Segment Start: RECORD EXTRACTS

import { describe, expect, it, vi } from 'vitest';
import { cautions } from '../../../src-main/contract/cautions.ts';
import type { Report } from '../../../src-main/contract/project.ts';
import ReportPage from '../../../src-renderer/pages/ReportPage.vue';
import type { FakeHost } from '../../helpers/fake-host.ts';
import { inventedProject } from '../../helpers/invented-project.ts';
import { button, field, mountScreen, settled } from '../../helpers/mount-screen.ts';

const report: Report = {
  title: 'Marrowick harbour review',
  isInvented: true,
  engineVersion: '0.1.0',
  writtenAt: '2031-03-03T15:00:00.000Z',
  head: inventedProject.head,
  sources: [],
  cautions: [...cautions],
  claims: [],
};
const prepare = (host: FakeHost) => {
  host.reply('report.render', () => ({ html: '<!doctype html><title>Report</title>', report }));
  host.reply('report.write', ({ directory, formats }) => ({
    files: formats.map((format) => `${directory}/report.${format}`),
  }));
};

describe('the report', () => {
  it('is shown with its cautions and the head that it stands on', async () => {
    const { screen } = await mountScreen(ReportPage, { prepare });
    const page = screen.find('article');
    for (const caution of cautions) expect(page.text()).toContain(caution);
    expect(page.text()).toContain('invented data');
    expect(page.text().replaceAll(' ', '')).toContain(inventedProject.head.hash);
  });

  it('is written beside the project, unless said otherwise', async () => {
    const { screen, host } = await mountScreen(ReportPage, { prepare });
    await field(screen, 'data (JSON)').setValue(false);
    await button(screen, 'Write the report').trigger('click');
    await settled();
    expect(host.inputs('report.write')).toEqual([{ directory: '/home/okonedo/Footing', formats: ['html'] }]);
    expect(screen.text()).toContain('/home/okonedo/Footing/report.html');
  });

  it('can be saved as a file of the reviewer’s choosing', async () => {
    const saved: { name: string; blob: Blob | undefined }[] = [];
    const blobs: Blob[] = [];
    vi.spyOn(URL, 'createObjectURL').mockImplementation((blob) => `blob:${blobs.push(blob as Blob)}`);
    vi.spyOn(HTMLAnchorElement.prototype, 'click').mockImplementation(function (this: HTMLAnchorElement) {
      saved.push({ name: this.download, blob: blobs.at(-1) });
    });
    const { screen } = await mountScreen(ReportPage, { prepare });
    await button(screen, 'Save the page elsewhere').trigger('click');
    expect(saved.map(({ name }) => name)).toEqual(['marrowick-harbour-review-report.html']);
    await expect(saved[0]!.blob!.text()).resolves.toBe('<!doctype html><title>Report</title>');
    vi.restoreAllMocks();
  });

  it('says what is needed before there can be one', async () => {
    const { screen } = await mountScreen(ReportPage, {
      prepare,
      session: { project: { ...inventedProject, claims: [] } },
    });
    expect(screen.text()).toContain('Nothing to report yet');
  });
});
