import type { ProgressEvent } from '../../src-main/contract/events.ts';
import type { RequestName } from '../../src-main/contract/request-names.ts';

/** Whatever carries requests to the core: the Electron process around this window, or the program behind this page. */
export interface Host {
  /** From the input as JSON text to the answer as JSON text; rejects when the host has gone away. */
  send(name: RequestName, inputJson: string): Promise<string>;
  onProgress(listener: (event: ProgressEvent) => void): () => void;
  /** Calls back with true when the host goes away and with false when it is there again. */
  onAbsence(listener: (isAway: boolean) => void): () => void;
}
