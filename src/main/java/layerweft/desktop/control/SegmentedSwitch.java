package layerweft.desktop.control;

import java.util.List;
import java.util.function.Function;
import javafx.beans.property.ObjectProperty;
import javafx.beans.property.SimpleObjectProperty;
import javafx.scene.control.Toggle;
import javafx.scene.control.ToggleButton;
import javafx.scene.control.ToggleGroup;
import javafx.scene.layout.HBox;

/** A choice of few, all in view, exactly one taken. */
public final class SegmentedSwitch<T> extends HBox {
    private final ToggleGroup group = new ToggleGroup();
    private final ObjectProperty<T> value = new SimpleObjectProperty<>();

    /** @param choices the first is taken to begin with */
    public SegmentedSwitch(List<T> choices, Function<T, String> name) {
        getStyleClass().add("lw-segments");
        for (T choice : choices) {
            ToggleButton button = new ToggleButton(name.apply(choice));
            button.getStyleClass().add("lw-segment");
            button.setToggleGroup(group);
            button.setUserData(choice);
            button.setOnAction(pressed -> {
                button.setSelected(true); // pressing the taken one does not let go of it
                value.set(choice);
            });
            getChildren().add(button);
        }
        value.addListener((is, was, now) -> select(now));
        value.set(choices.get(0));
    }

    public ObjectProperty<T> value() {
        return value;
    }

    private void select(T choice) {
        for (Toggle toggle : group.getToggles()) {
            if (toggle.getUserData().equals(choice)) {
                toggle.setSelected(true);
            }
        }
    }
}
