package layerweft.desktop.control;

import java.util.function.Consumer;
import javafx.animation.PauseTransition;
import javafx.beans.property.ObjectProperty;
import javafx.beans.property.SimpleObjectProperty;
import javafx.beans.property.SimpleStringProperty;
import javafx.beans.property.StringProperty;
import javafx.css.PseudoClass;
import javafx.geometry.Pos;
import javafx.scene.control.Label;
import javafx.scene.control.TextField;
import javafx.scene.control.Tooltip;
import javafx.scene.input.KeyCode;
import javafx.scene.input.KeyEvent;
import javafx.scene.layout.HBox;
import javafx.scene.layout.Priority;
import javafx.scene.layout.StackPane;
import javafx.scene.layout.VBox;
import javafx.util.Duration;
import layerweft.desktop.control.AmountText.Kind;
import layerweft.desktop.control.AmountText.Read;

/**
 * A field for a number, with its label above and its unit inside. What is typed is checked while it is typed; what is wrong is said below
 * the field after 0.6 s or on leaving. Enter commits, and so does leaving; Esc brings the last value back.
 */
public final class AmountField extends VBox {
    private static final PseudoClass INVALID = PseudoClass.getPseudoClass("invalid");
    private static final Duration BEFORE_SAYING = Duration.millis(600);

    private final String unit;
    private final Kind kind;
    private final TextField field = new TextField();
    private final Label label = new Label();
    private final Label sign = new Label();
    private final Label dot = new Label("●");
    private final Label message = new Label();
    private final Label warning = new Label("⚠");
    private final ObjectProperty<Double> value = new SimpleObjectProperty<>();
    private final StringProperty fault = new SimpleStringProperty("");
    private final StringProperty reason = new SimpleStringProperty("");
    private final StringProperty changedFrom = new SimpleStringProperty("");
    private final PauseTransition patience = new PauseTransition(BEFORE_SAYING);
    private Consumer<Double> onCommit = committed -> {};
    private String blank;
    private String typing = "";

    /**
     * @param name above the field, e.g. {@code Limit}
     * @param unit of the file, e.g. {@code million}
     */
    public AmountField(String name, Kind kind, String unit) {
        this.unit = unit;
        this.kind = kind;
        getStyleClass().add("lw-amount-field");
        label.setText(name);
        label.getStyleClass().add("lw-label");
        label.setLabelFor(field);
        sign.setText(AmountText.sign(kind, unit));
        sign.getStyleClass().add("lw-unit");
        sign.setMouseTransparent(true);
        dot.getStyleClass().add("lw-changed-dot");
        dot.setMouseTransparent(true);
        warning.getStyleClass().add("lw-warning");
        message.getStyleClass().add("lw-field-message");
        message.setWrapText(true);
        field.getStyleClass().add("lw-number");
        field.setAlignment(Pos.CENTER_RIGHT);
        field.setAccessibleText(name);
        StackPane.setAlignment(sign, Pos.CENTER_RIGHT);
        StackPane.setAlignment(dot, Pos.CENTER_LEFT);
        StackPane box = new StackPane(field, sign, dot);
        HBox line = new HBox(box, warning);
        line.setAlignment(Pos.CENTER_LEFT);
        HBox.setHgrow(box, Priority.ALWAYS);
        getChildren().addAll(label, line, message);

        value.addListener((is, was, now) -> rest());
        fault.addListener((is, was, now) -> dress());
        reason.addListener((is, was, now) -> dress());
        changedFrom.addListener((is, was, now) -> dress());
        field.textProperty().addListener((is, was, now) -> typed());
        field.focusedProperty().addListener((is, was, now) -> {
            if (!now) {
                leave();
            }
        });
        field.addEventFilter(KeyEvent.KEY_PRESSED, this::key);
        patience.setOnFinished(done -> dress());
        rest();
    }

    /** The last number committed or set, in the file's unit, a part as a fraction; null for a blank field. */
    public ObjectProperty<Double> value() {
        return value;
    }

    /** What is wrong with the committed number, in a sentence that says what is admissible; empty where nothing is. */
    public StringProperty fault() {
        return fault;
    }

    /** Why the field does not apply at present; empty where it does. It is shown disabled with the reason, never hidden. */
    public StringProperty reason() {
        return reason;
    }

    /** What the number was at the pin, e.g. {@code 30}; empty where it has not changed. */
    public StringProperty changedFrom() {
        return changedFrom;
    }

    /** Lets the field be blank. @param meaning shown in the blank field, e.g. {@code no limit} */
    public AmountField orBlank(String meaning) {
        blank = meaning;
        field.setPromptText(meaning);
        return this;
    }

    /** Called with each number that the user commits; null for a blank field. */
    public AmountField onCommit(Consumer<Double> action) {
        onCommit = action;
        return this;
    }

    /** The text field itself, for focus. */
    public TextField textField() {
        return field;
    }

    private void key(KeyEvent event) {
        if (event.getCode() == KeyCode.ENTER) {
            leave();
            field.selectAll();
            event.consume();
        } else if (event.getCode() == KeyCode.ESCAPE && editing()) {
            rest();
            event.consume();
        }
    }

    private boolean editing() {
        return !field.getText().equals(shown());
    }

    private String shown() {
        return value.get() == null ? "" : AmountText.write(value.get(), kind);
    }

    private void rest() {
        typing = "";
        field.setText(shown());
        patience.stop();
        dress();
    }

    private void typed() {
        if (!editing()) {
            typing = "";
            dress();
            return;
        }
        boolean empty = field.getText().isBlank();
        Read read = AmountText.read(field.getText(), kind, unit);
        typing = empty ? blank == null ? "a number is needed here" : "" : read.refusal();
        patience.playFromStart();
        if (typing.isEmpty()) {
            dress();
        }
    }

    private void leave() {
        patience.stop();
        if (editing() && typing.isEmpty()) {
            Double next = field.getText().isBlank() ? null : (Double) AmountText.read(field.getText(), kind, unit).value();
            value.set(next);
            rest();
            onCommit.accept(next);
        }
        dress();
    }

    /** Shows the state: at rest, not valid, changed since the pin, not available. */
    private void dress() {
        boolean available = reason.get().isEmpty();
        String wrong = !typing.isEmpty() ? "Type " + typing + ". " + stillPrices() : fault.get();
        boolean invalid = available && !wrong.isEmpty();
        field.setDisable(!available);
        sign.setVisible(available);
        field.setPromptText(available ? blank : "—");
        pseudoClassStateChanged(INVALID, invalid);
        warning.setVisible(invalid);
        warning.setManaged(invalid);
        message.setText(available ? wrong : reason.get());
        message.setVisible(!message.getText().isEmpty());
        message.setManaged(message.isVisible());
        boolean changed = !changedFrom.get().isEmpty();
        dot.setVisible(changed);
        field.setTooltip(changed ? new Tooltip("was " + changedFrom.get()) : null);
        field.setAccessibleHelp(message.getText());
    }

    private String stillPrices() {
        return value.get() == null ? "" : "The last valid value, " + shown() + ", still prices the layer.";
    }
}
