package layerweft.desktop.control;

import java.awt.Graphics2D;
import java.awt.geom.Rectangle2D;
import java.awt.image.BufferedImage;
import java.awt.image.DataBufferInt;
import java.io.File;
import java.io.IOException;
import java.nio.file.Files;
import java.util.List;
import java.util.Locale;
import java.util.function.Supplier;
import javafx.beans.property.ObjectProperty;
import javafx.beans.property.SimpleObjectProperty;
import javafx.embed.swing.SwingFXUtils;
import javafx.scene.AccessibleRole;
import javafx.scene.control.Alert;
import javafx.scene.control.ContextMenu;
import javafx.scene.control.MenuItem;
import javafx.scene.image.Image;
import javafx.scene.image.ImageView;
import javafx.scene.image.PixelFormat;
import javafx.scene.image.WritableImage;
import javafx.scene.input.Clipboard;
import javafx.scene.input.ClipboardContent;
import javafx.scene.input.KeyCode;
import javafx.scene.layout.Region;
import javafx.stage.FileChooser;
import layerweft.desktop.theme.Theme;
import layerweft.report.chart.ChartExport;
import layerweft.report.chart.ChartPicture;
import layerweft.report.chart.Palette;

/** A chart in the window, as large as there is room; it can be copied as numbers and as a picture, and saved as PNG and SVG. */
public final class ChartView extends Region {
    private static final double EXPORT_WIDTH = 960;
    private static final double EXPORT_HEIGHT = 600;
    private static final double EXPORT_SCALE = 2;

    private final Theme theme;
    private final ObjectProperty<ChartPicture> picture = new SimpleObjectProperty<>();
    private final ImageView view = new ImageView();
    private Supplier<ChartExport.Caption> caption = () -> new ChartExport.Caption(picture.get().title(), "", List.of());

    public ChartView(Theme theme) {
        this.theme = theme;
        getStyleClass().add("lw-chart");
        setMinSize(60, 40);
        setAccessibleRole(AccessibleRole.IMAGE_VIEW);
        setFocusTraversable(true);
        getChildren().add(view);
        picture.addListener((is, was, now) -> {
            setAccessibleText(now == null ? "" : now.title());
            requestLayout();
        });
        theme.dark().addListener((is, was, now) -> requestLayout());
        theme.textPercent().addListener((is, was, now) -> requestLayout());
        ContextMenu menu = menu();
        setOnContextMenuRequested(asked -> menu.show(this, asked.getScreenX(), asked.getScreenY()));
        setOnMousePressed(pressed -> {
            menu.hide();
            requestFocus();
        });
        setOnKeyPressed(key -> {
            if (key.getCode() == KeyCode.C && key.isShortcutDown()) {
                copyNumbers();
                key.consume();
            }
        });
    }

    /** The chart; null for none. */
    public ObjectProperty<ChartPicture> picture() {
        return picture;
    }

    /** What stands around an exported picture. */
    public ChartView captioned(Supplier<ChartExport.Caption> words) {
        caption = words;
        return this;
    }

    @Override
    protected void layoutChildren() {
        double width = snapSizeX(getWidth());
        double height = snapSizeY(getHeight());
        view.setImage(picture.get() == null || width < 1 || height < 1 ? null : drawn(width, height));
        view.setFitWidth(width);
        view.setFitHeight(height);
    }

    private Image drawn(double width, double height) {
        double pixels = getScene() == null || getScene().getWindow() == null ? 1 : Math.max(1, getScene().getWindow().getOutputScaleX());
        BufferedImage image = new BufferedImage((int) Math.round(width * pixels), (int) Math.round(height * pixels), BufferedImage.TYPE_INT_ARGB_PRE);
        Graphics2D g = image.createGraphics();
        double size = pixels * theme.scale().get();
        g.scale(size, size);
        picture.get().draw(g, new Rectangle2D.Double(0, 0, image.getWidth() / size, image.getHeight() / size), theme.dark().get() ? Palette.DARK : Palette.LIGHT);
        g.dispose();
        WritableImage shown = new WritableImage(image.getWidth(), image.getHeight());
        shown.getPixelWriter().setPixels(0, 0, image.getWidth(), image.getHeight(), PixelFormat.getIntArgbPreInstance(),
                ((DataBufferInt) image.getRaster().getDataBuffer()).getData(), 0, image.getWidth());
        return shown;
    }

    private ContextMenu menu() {
        MenuItem numbers = new MenuItem("Copy numbers");
        numbers.setOnAction(chosen -> copyNumbers());
        MenuItem copy = new MenuItem("Copy picture");
        copy.setOnAction(chosen -> copyPicture());
        MenuItem png = new MenuItem("Save as PNG…");
        png.setOnAction(chosen -> save("PNG picture", "png"));
        MenuItem svg = new MenuItem("Save as SVG…");
        svg.setOnAction(chosen -> save("SVG picture", "svg"));
        return new ContextMenu(numbers, copy, png, svg);
    }

    /** Puts the numbers of the chart on the clipboard, tab-separated. */
    public void copyNumbers() {
        if (picture.get() != null) {
            ClipboardContent content = new ClipboardContent();
            content.putString(picture.get().table().tabSeparated());
            Clipboard.getSystemClipboard().setContent(content);
        }
    }

    private void copyPicture() {
        ClipboardContent content = new ClipboardContent();
        content.putImage(SwingFXUtils.toFXImage(SwingFXUtils.fromFXImage(view.getImage(), null), null));
        Clipboard.getSystemClipboard().setContent(content);
    }

    private void save(String kind, String ending) {
        FileChooser chooser = new FileChooser();
        chooser.getExtensionFilters().add(new FileChooser.ExtensionFilter(kind, "*." + ending));
        chooser.setInitialFileName(picture.get().title().replaceAll("[^\\p{L}\\p{N}]+", "-").toLowerCase(Locale.ROOT) + "." + ending);
        File file = chooser.showSaveDialog(getScene().getWindow());
        if (file != null) {
            write(file);
        }
    }

    /** Writes the chart to a file: SVG where its name ends so, PNG otherwise. A failure is said in a dialog. */
    public void write(File file) {
        try {
            if (file.getName().endsWith(".svg")) {
                Files.writeString(file.toPath(), ChartExport.svg(picture.get(), caption.get(), EXPORT_WIDTH, EXPORT_HEIGHT));
            } else {
                Files.write(file.toPath(), ChartExport.png(picture.get(), caption.get(), EXPORT_WIDTH, EXPORT_HEIGHT, EXPORT_SCALE));
            }
        } catch (IOException e) {
            new Alert(Alert.AlertType.ERROR, "The picture could not be written to " + file + ": " + e.getMessage()).show();
        }
    }
}
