package layerweft.desktop.control;

import java.util.List;
import java.util.function.IntConsumer;
import javafx.css.PseudoClass;
import javafx.geometry.HPos;
import javafx.geometry.VPos;
import javafx.scene.Node;
import javafx.scene.control.ContextMenu;
import javafx.scene.control.Label;
import javafx.scene.control.MenuItem;
import javafx.scene.input.Clipboard;
import javafx.scene.input.ClipboardContent;
import javafx.scene.input.KeyCode;
import javafx.scene.layout.ColumnConstraints;
import javafx.scene.layout.GridPane;
import javafx.scene.layout.Priority;
import javafx.scene.layout.Region;
import layerweft.report.chart.ChartTable;

/**
 * Figures in rows and columns: names to the left, numbers to the right, one row chosen. Copies itself as tab-separated text. Its cells are made
 * anew only where the number of rows or columns changes, so that figures keep their places.
 */
public final class FigureTable extends GridPane {
    private static final PseudoClass CHOSEN = PseudoClass.getPseudoClass("chosen");
    private final int nameColumns;
    private List<String> header = List.of();
    private List<List<String>> rows = List.of();
    private int chosen = -1;
    private int warmColumn = -1;
    private IntConsumer onChoose = row -> {};
    private Label[][] cells = new Label[0][0];
    private Region[] grounds = new Region[0];

    /** @param nameColumns columns from the left that hold words, aligned to the left */
    public FigureTable(int nameColumns) {
        this.nameColumns = nameColumns;
        getStyleClass().add("lw-table");
        setFocusTraversable(true);
        MenuItem copy = new MenuItem("Copy table");
        copy.setOnAction(asked -> copy());
        ContextMenu menu = new ContextMenu(copy);
        setOnContextMenuRequested(asked -> menu.show(this, asked.getScreenX(), asked.getScreenY()));
        setOnKeyPressed(key -> {
            if (key.getCode() == KeyCode.C && key.isShortcutDown()) {
                copy();
                key.consume();
            } else if (key.getCode() == KeyCode.DOWN && chosen >= 0 && chosen + 1 < rows.size()) {
                onChoose.accept(chosen + 1);
                key.consume();
            } else if (key.getCode() == KeyCode.UP && chosen > 0) {
                onChoose.accept(chosen - 1);
                key.consume();
            }
        });
    }

    /** Called with the row that is clicked or reached with the arrow keys. */
    public FigureTable onChoose(IntConsumer action) {
        onChoose = action;
        return this;
    }

    /** Shows figures. */
    public void show(List<String> newHeader, List<List<String>> newRows) {
        boolean same = header.size() == newHeader.size() && rows.size() == newRows.size();
        header = List.copyOf(newHeader);
        rows = newRows.stream().map(List::copyOf).toList();
        if (!same) {
            build();
        }
        for (int c = 0; c < header.size(); c++) {
            cells[0][c].setText(header.get(c));
            for (int r = 0; r < rows.size(); r++) {
                cells[r + 1][c].setText(rows.get(r).get(c));
            }
        }
        dress();
    }

    /** The row set apart; −1 for none. */
    public void choose(int row) {
        chosen = row;
        dress();
    }

    /** The column of the present τ; −1 for none. */
    public void warm(int column) {
        warmColumn = column;
        dress();
    }

    private void build() {
        getChildren().clear();
        getColumnConstraints().clear();
        cells = new Label[rows.size() + 1][header.size()];
        grounds = new Region[rows.size()];
        for (int r = 0; r < grounds.length; r++) {
            Region ground = new Region();
            ground.getStyleClass().add("lw-table-row");
            int row = r;
            ground.setOnMouseClicked(clicked -> onChoose.accept(row));
            add(ground, 0, r + 1, Math.max(1, header.size()), 1);
            grounds[r] = ground;
        }
        for (int c = 0; c < header.size(); c++) {
            ColumnConstraints column = new ColumnConstraints();
            column.setHalignment(c < nameColumns ? HPos.LEFT : HPos.RIGHT);
            column.setHgrow(Priority.ALWAYS);
            if (c >= nameColumns) {
                column.setMinWidth(Region.USE_PREF_SIZE);
            }
            getColumnConstraints().add(column);
            for (int r = 0; r <= rows.size(); r++) {
                Label cell = new Label();
                cell.setMouseTransparent(true);
                cell.getStyleClass().add(r == 0 ? "lw-table-head" : c == 0 ? "lw-table-name" : "lw-table-cell");
                if (c >= nameColumns) {
                    cell.setMinWidth(Region.USE_PREF_SIZE);
                }
                GridPane.setValignment(cell, VPos.CENTER);
                cells[r][c] = cell;
                add(cell, c, r);
            }
        }
    }

    private void dress() {
        for (int r = 0; r < grounds.length; r++) {
            grounds[r].pseudoClassStateChanged(CHOSEN, r == chosen);
        }
        for (int r = 0; r < cells.length; r++) {
            for (int c = 0; c < cells[r].length; c++) {
                cells[r][c].pseudoClassStateChanged(CHOSEN, r > 0 && r - 1 == chosen);
                cells[r][c].getStyleClass().remove("lw-warm");
                if (c == warmColumn) {
                    cells[r][c].getStyleClass().add("lw-warm");
                }
            }
        }
    }

    /** A node in front of a row's name, e.g. a line in the colour of a family. */
    public void mark(int row, Node node) {
        mark(row, 0, node);
    }

    /** A node in a cell, in front of its text, e.g. a bar. */
    public void mark(int row, int column, Node node) {
        cells[row + 1][column].setGraphic(node);
    }

    /** What is shown, as text. */
    public ChartTable table() {
        return new ChartTable(header, rows);
    }

    /** Puts the table on the clipboard, tab-separated. */
    public void copy() {
        ClipboardContent content = new ClipboardContent();
        content.putString(table().tabSeparated());
        Clipboard.getSystemClipboard().setContent(content);
    }
}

Segment End: RECORD EXTRACTS

**WHAT IS EXPECTED**
From the entries above, pull out each line that includes "Region".

**REPLY TO THE EXERCISE**
import javafx.scene.layout.Region;
public final class ChartView extends Region {
import javafx.scene.layout.Region;
    private Region[] grounds = new Region[0];
        grounds = new Region[rows.size()];
            Region ground = new Region();
                column.setMinWidth(Region.USE_PREF_SIZE);
                    cell.setMinWidth(Region.USE_PREF_SIZE);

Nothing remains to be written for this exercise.